Biologist explores man-made barriers between us and nature
There is a fundamental imbalance to the developed world. Things were better in the past. Modern medicines or maybe modern habits in general are killing us.
These sentiments have all picked up steam in recent years amid heightened coverage of the myriad ecological and epidemiological problems faced by our rapidly growing human civilization. They have manifested themselves as popular fears that range from the well-founded (questions about whether we should be constantly pumping antibiotics into every human being and many of the animals we eat) to the baseless and potentially harmful (the claim that there is a link between vaccines given to infants and autism).
There’s a general sense that we’ve gone off track, that we face not only a set of problems, but also a system of our own design that endlessly spits out new variations of them.
Into this zeitgeist steps Rob Dunn, a biology professor at North Carolina State University as well as a science journalist, with his fascinating book, “The Wild Life of Our Bodies: Predators, Parasites, and Partners That Shape Who We Are Today.’’
Dunn is concerned that the barriers we have erected between ourselves and nature are harming us. “Our disconnection from the nature in which we evolved,’’ he writes, “is unprecedented in its extent and in its consequences.’’ Dunn means this to be interpreted loosely and on many levels. It’s not just that the air is no longer as fresh as it used to be. It’s also that the microbes in our guts, many of them useful, have been assaulted by the onset of modern sanitation, possibly giving rise to previously rare ailments like Crohn’s disease (Dunn is careful to note that this and many of the claims in his book remain speculative); or that the same fight-or-flight mechanism that evolved to provide us with a burst of potentially life-saving energy when we encountered a predator makes some of us anxious and depressed now that we have killed off most of those predators.

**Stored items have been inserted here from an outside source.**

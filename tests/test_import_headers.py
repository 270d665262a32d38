"""Header matching against the data dictionary, header units, and map files."""

from __future__ import annotations

import pytest

from partpick.catalog.headers import load_map, match_headers
from partpick.catalog.importer import import_catalog
from partpick.catalog.query import list_parts
from partpick.errors import CatalogFormatError, MapFileError
from partpick.fields import KINDS, fields_of, fold_text
from tests.conftest import BUNDLED_CATALOGS

# The trade wordings the catalog must recognise (issue 2, section 3), per kind.
TRADE_HEADERS = [
    ("inductor", "Part Number", "mpn"),
    ("inductor", "Mfr Part Number", "mpn"),
    ("inductor", "MPN", "mpn"),
    ("inductor", "Manufacturer", "manufacturer"),
    ("inductor", "Inductance", "inductance_h"),
    ("inductor", "Saturation Current (Isat)", "isat_a"),
    ("inductor", "RMS Current", "irms_a"),
    ("inductor", "DC Resistance", "dcr_ohm"),
    ("inductor", "DCR", "dcr_ohm"),
    ("inductor", "Tolerance", "tolerance"),
    ("capacitor", "Capacitance", "capacitance_f"),
    ("capacitor", "Voltage Rating", "voltage_v"),
    ("capacitor", "Rated Voltage", "voltage_v"),
    ("capacitor", "Dielectric", "dielectric"),
    ("capacitor", "ESR", "esr_ohm"),
    ("capacitor", "Ripple Current", "ripple_a"),
    ("diode", "Reverse Voltage (Vrrm)", "vrrm_v"),
    ("diode", "Average Forward Current", "if_avg_a"),
    ("diode", "Forward Voltage", "vf_v"),
    ("diode", "Max Junction Temperature", "tj_max_degc"),
    ("diode", "Thermal Resistance Theta JA", "theta_ja_degc_w"),
    ("mosfet", "Drain-Source Voltage (Vds)", "vds_v"),
    ("mosfet", "Continuous Drain Current (Id)", "id_a"),
    ("mosfet", "Rds(on)", "rds_on_ohm"),
    ("mosfet", "Gate Charge (Qg)", "qg_c"),
    ("mosfet", "Qgd", "qgd_c"),
    ("mosfet", "Coss", "coss_f"),
    ("mosfet", "Price", "unit_price"),
    ("mosfet", "Unit Price", "unit_price"),
    ("mosfet", "Stock", "stock"),
    ("mosfet", "Lifecycle", "lifecycle"),
    ("mosfet", "Package", "package"),
    # case, punctuation, spacing and a unit in brackets do not matter
    ("inductor", "  saturation-current (ISAT) [A] ", "isat_a"),
    ("inductor", "D.C. resistance", "dcr_ohm"),
    ("inductor", "isat_a", "isat_a"),  # canonical names always match
    ("inductor", "DC Resistance (DCR) Max (mΩ)", "dcr_ohm"),
    ("inductor", "L (mm)", "length_mm"),  # not inductance in millimetres
    ("mosfet", "RDS(on) (mΩ)", "rds_on_ohm"),
]


@pytest.mark.parametrize(("kind", "header", "field"), TRADE_HEADERS)
def test_trade_header_wordings_match_their_field(kind, header, field):
    plan = match_headers([header], kind, None, "x.csv")
    assert [m.field for m in plan.matches] == [field]


@pytest.mark.parametrize(
    ("header", "unit_text", "scale"),
    [("DCR (mΩ)", "mΩ", 1e-3), ("Inductance [uH]", "uH", 1e-6), ("Isat, A", "A", 1.0),
     ("SRF {MHz}", "MHz", 1e6), ("Tolerance (%)", "%", 0.01), ("DCR", None, 1.0)],
)  # fmt: skip
def test_header_units_give_the_column_scale(header, unit_text, scale):
    (match,) = match_headers([header], "inductor", None, "x.csv").matches
    assert (match.unit_text, match.scale) == (unit_text, pytest.approx(scale))


def test_unknown_headers_are_unrecognised_not_dropped():
    plan = match_headers(["MPN", "Bin", "Colour"], "inductor", None, "x.csv")
    assert plan.unrecognised == ("Bin", "Colour")


@pytest.mark.parametrize("kind", KINDS)
def test_no_folded_wording_reads_as_two_fields_of_one_kind(kind):
    seen: dict[str, str] = {}
    for f in fields_of(kind):
        for wording in (f.name, *f.synonyms):
            key = fold_text(wording)
            assert seen.setdefault(key, f.name) == f.name, (kind, wording)


MAP_DIR_TEXT = """
kind = "inductor"
delimiter = ";"
decimal = ","
skip_rows = 2

[columns]
"Art.Nr" = "mpn"
"L nom" = "inductance_h"
"Widerstand" = "dcr_ohm"
"Lagerort" = "ignore"

[units]
inductance_h = "uH"
dcr_ohm = "mOhm"

[constants]
manufacturer = "Quillmark Magnetics"
tolerance = "±20%"
"""
VENDOR_CSV = (
    "Quillmark stock export\n"
    "generated 2026-11-30\n"
    "Art.Nr;L nom;Widerstand;Lagerort;Isat [A]\n"
    "QM-4R7;4,7;32;R1;4,6\n"
    "QM-100;10 µH;0,068 Ohm;R2;3,1\n"
)


def test_map_file_names_columns_units_constants_and_layout(db_file, write_csv, tmp_path):
    map_path = tmp_path / "vendor.toml"
    map_path.write_text(MAP_DIR_TEXT, encoding="utf-8")
    (report,) = import_catalog(db_file, [write_csv(VENDOR_CSV)], map_file=map_path)
    assert report.kind == "inductor" and report.added == 2 and report.ignored == ("Lagerort",)
    parts = {p["mpn"]: p for p in list_parts(db_file, "inductor")}
    assert parts["QM-4R7"]["inductance_h"] == pytest.approx(4.7e-6)  # 4,7 in uH
    assert parts["QM-4R7"]["dcr_ohm"] == pytest.approx(0.032)  # 32 in mOhm
    assert parts["QM-100"]["dcr_ohm"] == pytest.approx(0.068)  # the cell's own unit wins
    assert parts["QM-100"]["isat_a"] == pytest.approx(3.1)
    assert parts["QM-100"]["manufacturer"] == "Quillmark Magnetics"
    assert parts["QM-100"]["tolerance"] == pytest.approx(0.2)


def test_command_line_kind_wins_over_the_map_file(db_file, write_csv, tmp_path):
    map_path = tmp_path / "vendor.toml"
    map_path.write_text('kind = "capacitor"\n', encoding="utf-8")
    (report,) = import_catalog(
        db_file, [write_csv("MPN,Inductance\nQM-1,1 uH\n")], "inductor", map_file=map_path
    )
    assert report.kind == "inductor"


def test_bundled_messy_inductor_export_reads_through_its_map(db_file):
    root = BUNDLED_CATALOGS
    (report,) = import_catalog(
        db_file,
        [root / "messy" / "vendor_inductors_export.csv"],
        map_file=root / "maps" / "vendor_inductors.toml",
    )
    assert report.encoding == "cp1252" and report.delimiter == ";"
    assert report.added >= 1 and report.rejected >= 1


@pytest.mark.parametrize(
    ("text", "key", "reason_part"),
    [
        ("kind = 'resistor'", "kind", "unknown kind"),
        ("encoding = 'klingon-8'", "encoding", "unknown encoding"),
        ("delimiter = ':'", "delimiter", "delimiter"),
        ("decimal = ';'", "decimal", "must be one of"),
        ("skip_rows = -1", "skip_rows", "whole number"),
        ("skip_rows = 'two'", "skip_rows", "whole number"),
        ("colour = 'blue'", "colour", "unknown key"),
        ("columns = 'mpn'", "columns", "must be a table"),
        ("[columns]\nPN = 'part_no'", "columns.PN", "not a field of an inductor"),
        ("[units]\ndcr_ohm = 'mH'", "units.dcr_ohm", "not a unit of resistance"),
        ("[units]\ncolour = 'mm'", "units.colour", "not a field"),
        ("[units]\nshielded = 'mm'", "units.shielded", "takes no unit"),
        ("[constants]\ncolour = 'blue'", "constants.colour", "not a field"),
        ("[constants]\ntolerance = 'loose'", "constants.tolerance", "not a number"),
        ("[constants]\nmanufacturer = ['a', 'b']", "constants.manufacturer", "plain value"),
        ("kind = ", None, "not valid TOML"),
    ],
)
def test_bad_map_files_name_the_key(db_file, write_csv, tmp_path, text, key, reason_part):
    map_path = tmp_path / "bad.toml"
    map_path.write_text(text + "\n", encoding="utf-8")
    with pytest.raises(MapFileError) as caught:
        import_catalog(
            db_file, [write_csv("MPN,Inductance\nQM-1,1 uH\n")], "inductor", map_file=map_path
        )
    assert caught.value.key == key
    assert reason_part in caught.value.reason
    assert caught.value.file == str(map_path)


def test_missing_map_file(tmp_path):
    with pytest.raises(MapFileError) as caught:
        load_map(tmp_path / "absent.toml")
    assert "not found" in caught.value.reason


def test_two_columns_for_one_field_need_the_map_to_ignore_one(db_file, write_csv, tmp_path):
    text = "MPN,Price,Unit Price,Inductance\nQM-1,0.30,0.28,1 uH\n"
    with pytest.raises(CatalogFormatError) as caught:
        import_catalog(db_file, [write_csv(text)], "inductor")
    assert "both read as unit_price" in caught.value.reason
    map_path = tmp_path / "m.toml"
    map_path.write_text('[columns]\n"Price" = "ignore"\n', encoding="utf-8")
    import_catalog(db_file, [write_csv(text)], "inductor", map_file=map_path)
    assert list_parts(db_file, "inductor")[0]["unit_price"] == pytest.approx(0.28)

In short, we have worked tirelessly to build a clean, safe way of living that might be killing us in surprising ways. It’s a broad, provocative argument that gives Dunn room to meander, from the fascinating agriculture of leafcutter ants (which carefully cultivate useful fungi) to the burgeoning movement among some Crohn’s sufferers to intentionally infect themselves with parasites mostly absent in the first world, where the disease is becoming more common, but prevalent in the third, where it is not. He introduces us to an endless variety of thinkers and ideas in anthropology, ecology, zoology, and countless other fields.
Dunn’s writing is a pleasure to read. He is not a biologist moonlighting as a writer; he is both. Thereis nothing dry or clinical about his prose. Occasionally, his language escapes its leash, but for the most part is as inviting as it is colorful.
Dunn also does a wonderful job interspersing history, research, and speculation with real-life human beings. He has a natural flair for drama and tension, and most of the human stories told in “The Wild Life of Our Bodies’’ quicken the pulse, from the saga of a man enlisted by a traumatized village to kill a murderous tiger in early-20th century India to the gut-wrenching tale of a 1942 appendectomy performed by a “surgeon’’ with almost no medical experience on a US submarine while Japanese destroyers patrolled above.
The book is not without shortcomings, however. For one thing, Dunn sometimes fails to fully deliver on some of the more interesting ideas he hints at. It’s tantalizing to think about a link between evolutionary responses to predators and the current spate of anxiety disorders, but Dunn doesn’t spend much time examining what this would entail; it comes across as a throwaway thought, albeit a fascinating one. This happens a few times in a few different areas.
But this is a quibble, really, given how much this book offers. It’s a highly readable, informative mashing of ideas and disciplines.